ALMA CorrelatorWhilst coding a custom component for a complex SAP Design Studio Dashboard I was vaguely aware that coding one property per required column property was not exactly what you’d call, scalable! What I needed was to be able to capture arrays of data instead of just single properties, that way I could just have iterative code in the component which would take care of my component generation instead of these hardcoded single properties. In this instance I wanted  to capture the colours for a given column header ( for a data table). In my situation I had 10 headers but as this is a customisable component I guess it would be better to express this as ‘n’ rather than 10. Despite posts to the contrary this is indeed made possible by use of the Array data type.

First we start with writing the property into the contribute.xml file. This is really the key to our issue and once this is correct the rest is really plain sailing. We start by writing the following property XML (I find the xml to be much easier than using the GUI) into our file:-

        <property id="columnColours" type="Array" title="Column Colours Array">
            <property id="arrayEntry" type="String" title="Column Colour">
            </property>
        </property>

The outer xml snippet entitled ‘columnColours’ creates an array to house the array data whilst the inner section entitled ‘arrayEntry’ details what I consider to be an array template/type definition for the type of data you wish to store; in this instance the type of data that we wish to store is a string value representing a colour value.  Once this has been defined and the changes saved your array is nearly there. All that remains is to back this up with the accessor function to allow the Design Studio to inject your settings into the main body of the custom component .js file.
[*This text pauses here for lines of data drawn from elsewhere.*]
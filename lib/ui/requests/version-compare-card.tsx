import { useMemo, useState } from 'react';
import { StyleSheet, useWindowDimensions, View } from 'react-native';
import { useRequestVersion } from '@/lib/hooks/use-design-requests';
import { diffVersions } from '@/lib/requests/version-diff';
import { spacing } from '@/lib/theme';
import type { RequestDetail } from '@/shared/schemas/requests/views';
import { Card } from '../card';
import { ChoiceGroup } from '../choice-group';
import { Text } from '../text';
import { ChangeGroup } from './change-group';

/** A group opens at first when it or the whole comparison is this short; longer ones fold, with their counts. */
const OPEN_GROUP_UP_TO = 12;
const OPEN_ALL_UP_TO = 24;

function Comparison({ requestId, from, to }: { requestId: string; from: number; to: number }) {
  const { width } = useWindowDimensions();
  const older = useRequestVersion(requestId, from);
  const newer = useRequestVersion(requestId, to);
  const diff = useMemo(
    () => (older.data && newer.data ? diffVersions(older.data.snapshot, newer.data.snapshot) : null),
    [older.data, newer.data],
  );
  if (older.error || newer.error)
    return (
      <Text tone="danger">
        These versions could not be loaded. Check the connection and open the request again.
      </Text>
    );
  if (!diff)
    return (
      <Text tone="muted">
        Loading versions {from} and {to}…
      </Text>
    );
  if (diff.count === 0)
    return (
      <Text testID="change-none">
        No changes: version {to} is the same as version {from}.
      </Text>
    );
  return (
    <View style={styles.groups}>
      <Text variant="bodyStrong" testID="change-count">
        {diff.count} {diff.count === 1 ? 'change' : 'changes'} from version {from} to version {to}, in{' '}
        {diff.groups.length} {diff.groups.length === 1 ? 'part' : 'parts'}
      </Text>
      {diff.groups.map((group) => (
        <ChangeGroup
          key={`${from}-${to}-${group.key}`}
          group={group}
          from={from}
          to={to}
          stacked={width < 720}
          openAtFirst={group.count <= OPEN_GROUP_UP_TO || diff.count <= OPEN_ALL_UP_TO}
        />
      ))}
    </View>
  );
}

/**
 * Two sent versions side by side, field by field, grouped by member and section; the reader picks the two
 * (the latest and the one before at first). Each version's own note says why it was made.
 */
export function VersionCompareCard({ request }: { request: RequestDetail }) {
  const numbers = request.versions.map((v) => v.version);
  const [from, setFrom] = useState(numbers.at(-2) ?? 1);
  const [to, setTo] = useState(numbers.at(-1) ?? 1);
  const choices = numbers.map((n) => ({ value: String(n), label: `Version ${n}` }));
  const [older, newer] = from <= to ? [from, to] : [to, from];
  return (
    <Card title="What changed between versions" testID="request-changes">
      {request.versions
        .filter((v) => v.version > 1)
        .map((v) => (
          <Text key={v.version} variant="caption">
            Version {v.version}
            {v.note ? `: ${v.note}` : ': no note'}
          </Text>
        ))}
      <View style={styles.pickers}>
        <ChoiceGroup
          label="Compare"
          choices={choices}
          value={String(from)}
          onChange={(v) => setFrom(Number(v))}
          testID="compare-from"
        />
        <ChoiceGroup
          label="with"
          choices={choices}
          value={String(to)}
          onChange={(v) => setTo(Number(v))}
          testID="compare-to"
        />
      </View>
      {older === newer ? (
        <Text tone="muted">Pick two different versions to compare.</Text>
      ) : (
        <Comparison requestId={request.id} from={older} to={newer} />
      )}
    </Card>
  );
}

const styles = StyleSheet.create({
  pickers: { gap: spacing.sm },
  groups: { gap: spacing.md },
});
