import { useState } from 'react';
import { StyleSheet, View } from 'react-native';
import { device } from '@/lib/offline/device';
import type { OutboxItem } from '@/lib/offline/outbox-types';
import { spacing } from '@/lib/theme';
import { Button } from '../button';
import { Card } from '../card';
import { Notice } from '../notice';
import { Text } from '../text';
import { ConflictCompare } from './conflict-compare';
import { syncTimeLabel } from './sync-words';

type Action = 'keepMine' | 'keepTheirs' | 'retry' | 'discard';

const STATE_WORDS = {
  waiting: 'Waiting to send',
  failed: 'Not accepted by the server',
  conflict: 'Changed on the server too',
} as const;

/** One change in the device's queue: what it is, why it waits or stopped, and what the person can do. */
export function OutboxItemCard({ item }: { item: OutboxItem }) {
  const [busy, setBusy] = useState<Action | null>(null);
  const [confirmDiscard, setConfirmDiscard] = useState(false);

  const act = async (action: Action) => {
    setBusy(action);
    try {
      const outbox = await device.outbox();
      await outbox?.[action](item.seq);
    } finally {
      setBusy(null);
      setConfirmDiscard(false);
    }
  };
  const button = (action: Action, label: string, variant: 'primary' | 'secondary' | 'danger') => (
    <Button
      label={label}
      variant={variant}
      busy={busy === action}
      disabled={busy !== null}
      testID={`outbox-${action}-${item.seq}`}
      onPress={() => void act(action)}
    />
  );

  return (
    <Card testID={`outbox-item-${item.status}`}>
      <View style={styles.head}>
        <Text variant="bodyStrong" testID="outbox-item-label">
          {item.label}
        </Text>
        <Text variant="caption" tone="muted">
          {`${STATE_WORDS[item.status]} · made ${syncTimeLabel(item.createdAt)}${
            item.attempts > 0 ? ` · ${item.attempts} ${item.attempts === 1 ? 'try' : 'tries'}` : ''
          }`}
        </Text>
      </View>
      {item.status === 'waiting' && item.lastError ? (
        <Text tone="muted">{`Last try: ${item.lastError}. It is sent again by itself.`}</Text>
      ) : null}
      {item.status === 'failed' ? (
        <Notice tone="error" title="Refused" testID="outbox-reason">
          {item.lastError ?? 'The server refused this change.'}
        </Notice>
      ) : null}
      {item.status === 'conflict' ? (
        <>
          <Text>
            Someone saved this record after you last saw it. Compare, then keep yours (it is saved over
            theirs) or take the server’s (your change is dropped).
          </Text>
          <ConflictCompare mine={item.body} server={item.current} />
        </>
      ) : null}
      {item.status === 'waiting' ? null : (
        <View style={styles.buttons}>
          {item.status === 'conflict' ? (
            <>
              {button('keepMine', 'Keep mine', 'primary')}
              {button('keepTheirs', 'Take the server’s', 'secondary')}
            </>
          ) : null}
          {item.status === 'failed' ? button('retry', 'Try again', 'primary') : null}
          {item.status === 'failed' && !confirmDiscard ? (
            <Button
              label="Throw away…"
              variant="quiet"
              disabled={busy !== null}
              testID={`outbox-ask-discard-${item.seq}`}
              onPress={() => setConfirmDiscard(true)}
            />
          ) : null}
        </View>
      )}
      {confirmDiscard ? (
        <Notice tone="warning" title="Throw this change away?">
          {`"${item.label}" is only on this device; it is lost for good.`}
        </Notice>
      ) : null}
      {confirmDiscard ? (
        <View style={styles.buttons}>
          {button('discard', 'Throw it away', 'danger')}
          <Button label="Keep it" variant="secondary" onPress={() => setConfirmDiscard(false)} />
        </View>
      ) : null}
    </Card>
  );
}

const styles = StyleSheet.create({
  head: { gap: spacing.xxs },
  buttons: { flexDirection: 'row', flexWrap: 'wrap', gap: spacing.sm },
});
This function is defined like any other accessor function, identical!

    
    this.columnColours= function(value) {
        if (value === undefined) {
            return columnColours_data;
        } else {
            columnColours_data = value;
            return this;
        }
    };

From here you can now access your property_data which instead of containing a primitive data type now contains an array of the type you defined. You can thus use iterative methods to access the values. Of course, you are all hardened professionals in the javascript world… You won’t do what I do and use pop/shift on the passed array and then wonder why subsequent redraws failed to work;-) That little problem I solved by cloning my source array using the very simple syntax to return an new shallow copy.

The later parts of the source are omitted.